Provided data: Begin
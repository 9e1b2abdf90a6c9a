import type { Knex } from 'knex';

// One piece of kit. location_id is a cache of the custody log's latest event, written in the same
// transaction as the event, so lists need not replay the log; the log stays the record.
export async function up(knex: Knex): Promise<void> {
  await knex.schema.createTable('kit_items', (t) => {
    t.increments('id').primary();
    t.integer('firm_id').unsigned().notNullable().references('firms.id').onDelete('CASCADE');
    t.integer('kit_id').unsigned().nullable().references('kits.id').onDelete('SET NULL');
    t.integer('kind_id').unsigned().notNullable().references('item_kinds.id');
    t.string('asset_tag', 32).notNullable();
    t.string('serial_number', 80).nullable();
    t.enum('condition', ['in_service', 'needs_attention', 'out_of_service']).notNullable().defaultTo('in_service');
    t.string('notes', 1000).nullable();
    t.integer('location_id').unsigned().nullable().references('locations.id');
    t.date('in_service_since').notNullable();
    t.timestamp('created_at', { precision: 3 }).notNullable().defaultTo(knex.fn.now(3));
    t.unique(['firm_id', 'asset_tag']);
    t.index(['firm_id', 'kit_id']);
    t.index(['firm_id', 'location_id']);
  });
}

export async function down(knex: Knex): Promise<void> {
  await knex.schema.dropTable('kit_items');
}
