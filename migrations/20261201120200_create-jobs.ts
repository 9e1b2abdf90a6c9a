import type { Knex } from 'knex';

// A cleaning visit. The survey is kept whole as the engineer entered it (validated by the domain's
// surveySchema); the volume and dose plan are computed from it, never stored apart from it.
export async function up(knex: Knex): Promise<void> {
  await knex.schema.createTable('jobs', (t) => {
    t.increments('id').primary();
    t.integer('firm_id').unsigned().notNullable().references('firms.id').onDelete('CASCADE');
    t.integer('site_id').unsigned().notNullable().references('sites.id');
    t.integer('engineer_member_id').unsigned().nullable().references('memberships.id').onDelete('SET NULL');
    t.integer('van_location_id').unsigned().nullable().references('locations.id');
    t.date('scheduled_on').notNullable();
    t.enum('status', ['planned', 'completed']).notNullable().defaultTo('planned');
    t.json('survey').notNullable();
    t.timestamp('completed_at', { precision: 3 }).nullable();
    t.integer('completed_by_user_id').unsigned().nullable().references('users.id');
    t.date('next_check_on').nullable();
    t.timestamp('created_at', { precision: 3 }).notNullable().defaultTo(knex.fn.now(3));
    t.index(['firm_id', 'scheduled_on']);
    t.index(['firm_id', 'site_id']);
  });
}

export async function down(knex: Knex): Promise<void> {
  await knex.schema.dropTable('jobs');
}
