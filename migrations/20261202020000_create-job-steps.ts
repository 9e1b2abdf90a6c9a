import type { Knex } from 'knex';

// The steps of a visit ticked on the job sheet: one row per ticked step; unticking removes it.
export async function up(knex: Knex): Promise<void> {
  await knex.schema.createTable('job_steps', (t) => {
    t.increments('id').primary();
    t.integer('firm_id').unsigned().notNullable().references('firms.id').onDelete('CASCADE');
    t.integer('job_id').unsigned().notNullable().references('jobs.id').onDelete('CASCADE');
    t.string('step', 30).notNullable();
    t.timestamp('done_at', { precision: 3 }).notNullable();
    t.integer('done_by_user_id').unsigned().notNullable().references('users.id');
    t.unique(['firm_id', 'job_id', 'step']);
  });
}

export async function down(knex: Knex): Promise<void> {
  await knex.schema.dropTable('job_steps');
}
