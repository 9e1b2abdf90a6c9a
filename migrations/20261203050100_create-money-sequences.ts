import type { Knex } from 'knex';

// The gap-free numbers per firm: one counter row per firm and kind (invoice, credit note, quote),
// incremented under its row lock in the transaction that issues the document, so a rolled-back issue
// gives its number back and concurrent issues queue on the row: 1, 2, 3 with no gap and no repeat.
export async function up(knex: Knex): Promise<void> {
  await knex.schema.createTable('money_sequences', (t) => {
    t.integer('firm_id').unsigned().notNullable().references('firms.id').onDelete('CASCADE');
    t.enum('kind', ['invoice', 'credit_note', 'quote']).notNullable();
    t.integer('last_number').unsigned().notNullable().defaultTo(0);
    t.primary(['firm_id', 'kind']);
  });
}

export async function down(knex: Knex): Promise<void> {
  await knex.schema.dropTable('money_sequences');
}
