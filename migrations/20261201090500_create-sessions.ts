import type { Knex } from 'knex';

// The columns connect-session-knex expects (sid, sess, expired), made here so the store never
// creates tables at run time (its own creation step stays broken if the database is down at boot).
export async function up(knex: Knex): Promise<void> {
  await knex.schema.createTable('sessions', (t) => {
    t.string('sid', 255).primary();
    t.json('sess').notNullable();
    t.dateTime('expired').notNullable().index();
  });
}

export async function down(knex: Knex): Promise<void> {
  await knex.schema.dropTable('sessions');
}
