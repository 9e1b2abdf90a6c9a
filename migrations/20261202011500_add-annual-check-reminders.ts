import type { Knex } from 'knex';

const before = ['inspection_due', 'mot_due', 'service_due', 'van_below_minimum', 'depot_reorder', 'batch_expiring'];

// Two changes that belong together (the kind and its switch); each is safe to run again after a
// half-finished attempt, since MariaDB commits DDL implicitly.
export async function up(knex: Knex): Promise<void> {
  await knex.schema.alterTable('reminders', (t) => {
    t.enum('kind', [...before, 'annual_check_due'])
      .notNullable()
      .alter();
  });
  if (!(await knex.schema.hasColumn('reminder_settings', 'annual_check_reminders'))) {
    await knex.schema.alterTable('reminder_settings', (t) => {
      t.boolean('annual_check_reminders').notNullable().defaultTo(true).after('stock_reminders');
    });
  }
}

export async function down(knex: Knex): Promise<void> {
  const ids = knex('reminders').where('kind', 'annual_check_due').select('id');
  await knex('reminder_deliveries').whereIn('reminder_id', ids).delete();
  await knex('reminders').where('kind', 'annual_check_due').delete();
  await knex.schema.alterTable('reminders', (t) => {
    t.enum('kind', before).notNullable().alter();
  });
  if (await knex.schema.hasColumn('reminder_settings', 'annual_check_reminders')) {
    await knex.schema.alterTable('reminder_settings', (t) => {
      t.dropColumn('annual_check_reminders');
    });
  }
}
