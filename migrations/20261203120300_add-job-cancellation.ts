import type { Knex } from 'knex';

// Who cancelled a booked job, when, and why.
export async function up(knex: Knex): Promise<void> {
  if (await knex.schema.hasColumn('jobs', 'cancelled_at')) return;
  await knex.schema.alterTable('jobs', (t) => {
    t.timestamp('cancelled_at', { precision: 3 }).nullable();
    t.integer('cancelled_by_user_id').unsigned().nullable().references('users.id');
    t.string('cancellation_reason', 500).nullable();
  });
}

export async function down(knex: Knex): Promise<void> {
  await knex.schema.alterTable('jobs', (t) => {
    t.dropForeign(['cancelled_by_user_id']);
    t.dropColumn('cancelled_at');
    t.dropColumn('cancelled_by_user_id');
    t.dropColumn('cancellation_reason');
  });
}
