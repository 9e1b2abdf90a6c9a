import {
  OVERVIEW_VAN_PRODUCTS_LISTED,
  placeHealthOf,
  stockHealthRank,
  type OverviewVan,
  type StockCell,
} from '@heatfleet/domain';

/**
 * Each van's stock health for the overview, product by product, by the same rule as the stock grid
 * and My van (`stockHealthOf`, booked jobs counted): the van's health is its worst product's. The products
 * listed are the first few not OK, worst first.
 */
export function vanStockHealth(
  levels: StockCell[],
  products: { id: number; name: string; pack_size_ml: number }[],
): (vanId: number) => OverviewVan['stock'] {
  const productById = new Map(products.map((p) => [p.id, p]));
  // Names put in order once: compared with localeCompare inside each van's sort, 200 vans x 100 products
  // made a million comparisons per overview.
  const nameRank = new Map(
    [...products].sort((a, b) => a.name.localeCompare(b.name)).map((p, i) => [p.id, i] as const),
  );
  const byVan = new Map<number, StockCell[]>();
  for (const cell of levels) {
    const cells = byVan.get(cell.locationId);
    if (cells) cells.push(cell);
    else byVan.set(cell.locationId, [cell]);
  }
  return (vanId) => {
    const cells = (byVan.get(vanId) ?? []).filter((c) => c.health !== 'no_par' && productById.has(c.productId));
    const { health, counts } = placeHealthOf(cells.map((c) => c.health));
    // Only the worst few products that need something are listed, what the card shows (issue 16: every van's 100
    // products made the answer 2.3 MB); the counts cover every product with a level.
    const notOk = cells.filter((c) => c.health !== 'ok');
    return {
      health,
      // An empty line or one short for booked jobs is below what it must hold too; the others pick them out.
      belowMinimum: counts.below_minimum + counts.empty + counts.short_for_jobs,
      outOfStock: counts.empty,
      shortForJobs: counts.short_for_jobs,
      belowTarget: counts.below_target,
      productsNotOk: notOk.length,
      products: notOk
        .sort(
          (a, b) =>
            stockHealthRank[a.health] - stockHealthRank[b.health] ||
            nameRank.get(a.productId)! - nameRank.get(b.productId)!,
        )
        .slice(0, OVERVIEW_VAN_PRODUCTS_LISTED)
        .map((c) => ({
          productId: c.productId,
          name: productById.get(c.productId)!.name,
          packSizeMl: productById.get(c.productId)!.pack_size_ml,
          usable: c.usable,
          target: c.need?.target ?? null,
          booked: c.booked,
          health: c.health,
        })),
    };
  };
}
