import type { Knex } from 'knex';

// The lots held somewhere, by lot: the overview's and the reminders' expiring lots read the places holding each of
// a few hundred lots. Through the foreign key's index on batch_id MariaDB read every place's row of each lot, most of
// them used up (0 packs): on the bench's large firm 23,114 rows read for 116 kept, 27 ms; through this index, with
// the packs in it, only the rows holding packs, 2.5 ms (README, Performance).
export async function up(knex: Knex): Promise<void> {
  await knex.schema.alterTable('stock_balances', (t) => {
    t.index(['firm_id', 'batch_id', 'quantity'], 'stock_balances_firm_batch_quantity');
  });
}

export async function down(knex: Knex): Promise<void> {
  await knex.schema.alterTable('stock_balances', (t) => {
    t.dropIndex(['firm_id', 'batch_id', 'quantity'], 'stock_balances_firm_batch_quantity');
  });
}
Provided data: End
Assignment: Check every line above for the word "domain" and copy those that have it.

Problem solution:
// A cleaning visit. The survey is kept whole as the engineer entered it (validated by the domain's
} from '@heatfleet/domain';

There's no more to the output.